TASK OBJECTIVE: All the entries that follow must be written out again exactly.

DATA FOR REVIEW section start

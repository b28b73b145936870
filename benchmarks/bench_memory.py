"""Peak memory of ``mixsolve unmix`` on a Zarr cube larger than the memory it may use.

Writes the synthetic demo cube with the demo generator
(``reference_spectra_demo/make_demo_cube.py``: an invented test card, chunk by chunk, in
this process; not timed), then runs
``mixsolve unmix library.nc cube.zarr --baseline offset --out result.zarr`` as a child
process and reads the child's peak resident set size from
``resource.getrusage(RUSAGE_CHILDREN).ru_maxrss`` once it has exited. Prints the cube's
size on disk and in memory, the wall time, the peak RSS and its ratio to the 1.5 GB
target. The default cube is 1000 × 1000 pixels × 500 wavelengths of float64: 4.0 GB of
data. ``--demo`` instead runs ``mixsolve demo --cube PIXELS`` as the child, which writes
the cube and unmixes it in one process.

Run: ``python benchmarks/bench_memory.py [--pixels 1000] [--wavelengths 500]
[--folder DIR] [--keep] [--demo]``. Never a test.
"""

from __future__ import annotations

import argparse
import os
import resource
import shutil
import subprocess
import sys
import tempfile
import time
from pathlib import Path

from mixsolve.reference_spectra_demo.make_demo_cube import write_demo_cube

TARGET_BYTES = 1.5e9


def folder_bytes(path: Path) -> int:
    """Bytes on disk of a file or a folder tree."""
    if path.is_file():
        return path.stat().st_size
    return sum(p.stat().st_size for p in path.rglob("*") if p.is_file())


def main() -> None:
    parser = argparse.ArgumentParser(description=__doc__.splitlines()[0])
    parser.add_argument("--pixels", type=int, default=1000)
    parser.add_argument("--wavelengths", type=int, default=500)
    parser.add_argument("--folder", type=Path, help="where to write (default: a temp dir)")
    parser.add_argument("--keep", action="store_true", help="keep the cube and the result")
    parser.add_argument("--demo", action="store_true",
                        help="measure `mixsolve demo --cube PIXELS` (writes and unmixes)")
    parser.add_argument("--cli-args", default="", help="extra options for mixsolve unmix")
    args = parser.parse_args()
    folder = args.folder or Path(tempfile.mkdtemp(prefix="mixsolve-bench-"))
    data_gb = args.pixels**2 * args.wavelengths * 8 / 1e9
    cli = [sys.executable, "-c", "from mixsolve.cli import main; main()"]
    try:
        if args.demo:
            out = folder / "cube" / "result.zarr"
            command = [*cli, "demo", "--out", str(folder), "--cube", str(args.pixels),
                       "--cube-wavelengths", str(args.wavelengths)]
        else:
            start = time.perf_counter()
            lib, cube = write_demo_cube(folder, args.pixels, args.wavelengths)
            print(f"cube {args.pixels} x {args.pixels} x {args.wavelengths} float64: "
                  f"{data_gb:.2f} GB of data, {folder_bytes(cube) / 1e9:.2f} GB on disk "
                  f"(written in {time.perf_counter() - start:.0f} s)")
            out = folder / "result.zarr"
            command = [*cli, "unmix", str(lib), str(cube), "--baseline", "offset", "--out",
                       str(out), *args.cli_args.split()]
        print("running: mixsolve", " ".join(command[3:]))
        start = time.perf_counter()
        run = subprocess.run(command, capture_output=True, text=True, check=False)
        elapsed = time.perf_counter() - start
        if run.returncode != 0 or not out.is_dir():
            print(run.stderr[-3000:])
            raise SystemExit(f"mixsolve failed (exit {run.returncode})")
        peak = resource.getrusage(resource.RUSAGE_CHILDREN).ru_maxrss * 1024  # KiB on Linux
        print(f"{'demo' if args.demo else 'unmix'}: {elapsed:.0f} s wall, "
              f"{args.pixels**2 / elapsed:,.0f} spectra/s; result "
              f"{folder_bytes(out) / 1e9:.2f} GB on disk")
        print(f"peak RSS of the child process: {peak / 1e9:.2f} GB "
              f"({peak / TARGET_BYTES:.2f} x the 1.5 GB target; the data are "
              f"{data_gb / (peak / 1e9):.1f} x the peak)")
        print(f"load average: {' '.join(f'{v:.2f}' for v in os.getloadavg())}")
    finally:
        if not args.keep:
            shutil.rmtree(folder, ignore_errors=True)


if __name__ == "__main__":
    main()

DATA FOR REVIEW section end

REPLY TO THE TASK:
repository b28b73b145936870
filename benchmarks/bench_memory.py
"""Peak memory of ``mixsolve unmix`` on a Zarr cube larger than the memory it may use.

Writes the synthetic demo cube with the demo generator
(``reference_spectra_demo/make_demo_cube.py``: an invented test card, chunk by chunk, in
this process; not timed), then runs
``mixsolve unmix library.nc cube.zarr --baseline offset --out result.zarr`` as a child
process and reads the child's peak resident set size from
``resource.getrusage(RUSAGE_CHILDREN).ru_maxrss`` once it has exited. Prints the cube's
size on disk and in memory, the wall time, the peak RSS and its ratio to the 1.5 GB
target. The default cube is 1000 × 1000 pixels × 500 wavelengths of float64: 4.0 GB of
data. ``--demo`` instead runs ``mixsolve demo --cube PIXELS`` as the child, which writes
the cube and unmixes it in one process.

Run: ``python benchmarks/bench_memory.py [--pixels 1000] [--wavelengths 500]
[--folder DIR] [--keep] [--demo]``. Never a test.
"""

from __future__ import annotations

import argparse
import os
import resource
import shutil
import subprocess
import sys
import tempfile
import time
from pathlib import Path

from mixsolve.reference_spectra_demo.make_demo_cube import write_demo_cube

TARGET_BYTES = 1.5e9


def folder_bytes(path: Path) -> int:
    """Bytes on disk of a file or a folder tree."""
    if path.is_file():
        return path.stat().st_size
    return sum(p.stat().st_size for p in path.rglob("*") if p.is_file())


def main() -> None:
    parser = argparse.ArgumentParser(description=__doc__.splitlines()[0])
    parser.add_argument("--pixels", type=int, default=1000)
    parser.add_argument("--wavelengths", type=int, default=500)
    parser.add_argument("--folder", type=Path, help="where to write (default: a temp dir)")
    parser.add_argument("--keep", action="store_true", help="keep the cube and the result")
    parser.add_argument("--demo", action="store_true",
                        help="measure `mixsolve demo --cube PIXELS` (writes and unmixes)")
    parser.add_argument("--cli-args", default="", help="extra options for mixsolve unmix")
    args = parser.parse_args()
    folder = args.folder or Path(tempfile.mkdtemp(prefix="mixsolve-bench-"))
    data_gb = args.pixels**2 * args.wavelengths * 8 / 1e9
    cli = [sys.executable, "-c", "from mixsolve.cli import main; main()"]
    try:
        if args.demo:
            out = folder / "cube" / "result.zarr"
            command = [*cli, "demo", "--out", str(folder), "--cube", str(args.pixels),
                       "--cube-wavelengths", str(args.wavelengths)]
        else:
            start = time.perf_counter()
            lib, cube = write_demo_cube(folder, args.pixels, args.wavelengths)
            print(f"cube {args.pixels} x {args.pixels} x {args.wavelengths} float64: "
                  f"{data_gb:.2f} GB of data, {folder_bytes(cube) / 1e9:.2f} GB on disk "
                  f"(written in {time.perf_counter() - start:.0f} s)")
            out = folder / "result.zarr"
            command = [*cli, "unmix", str(lib), str(cube), "--baseline", "offset", "--out",
                       str(out), *args.cli_args.split()]
        print("running: mixsolve", " ".join(command[3:]))
        start = time.perf_counter()
        run = subprocess.run(command, capture_output=True, text=True, check=False)
        elapsed = time.perf_counter() - start
        if run.returncode != 0 or not out.is_dir():
            print(run.stderr[-3000:])
            raise SystemExit(f"mixsolve failed (exit {run.returncode})")
        peak = resource.getrusage(resource.RUSAGE_CHILDREN).ru_maxrss * 1024  # KiB on Linux
        print(f"{'demo' if args.demo else 'unmix'}: {elapsed:.0f} s wall, "
              f"{args.pixels**2 / elapsed:,.0f} spectra/s; result "
              f"{folder_bytes(out) / 1e9:.2f} GB on disk")
        print(f"peak RSS of the child process: {peak / 1e9:.2f} GB "
              f"({peak / TARGET_BYTES:.2f} x the 1.5 GB target; the data are "
              f"{data_gb / (peak / 1e9):.1f} x the peak)")
        print(f"load average: {' '.join(f'{v:.2f}' for v in os.getloadavg())}")
    finally:
        if not args.keep:
            shutil.rmtree(folder, ignore_errors=True)


if __name__ == "__main__":
    main()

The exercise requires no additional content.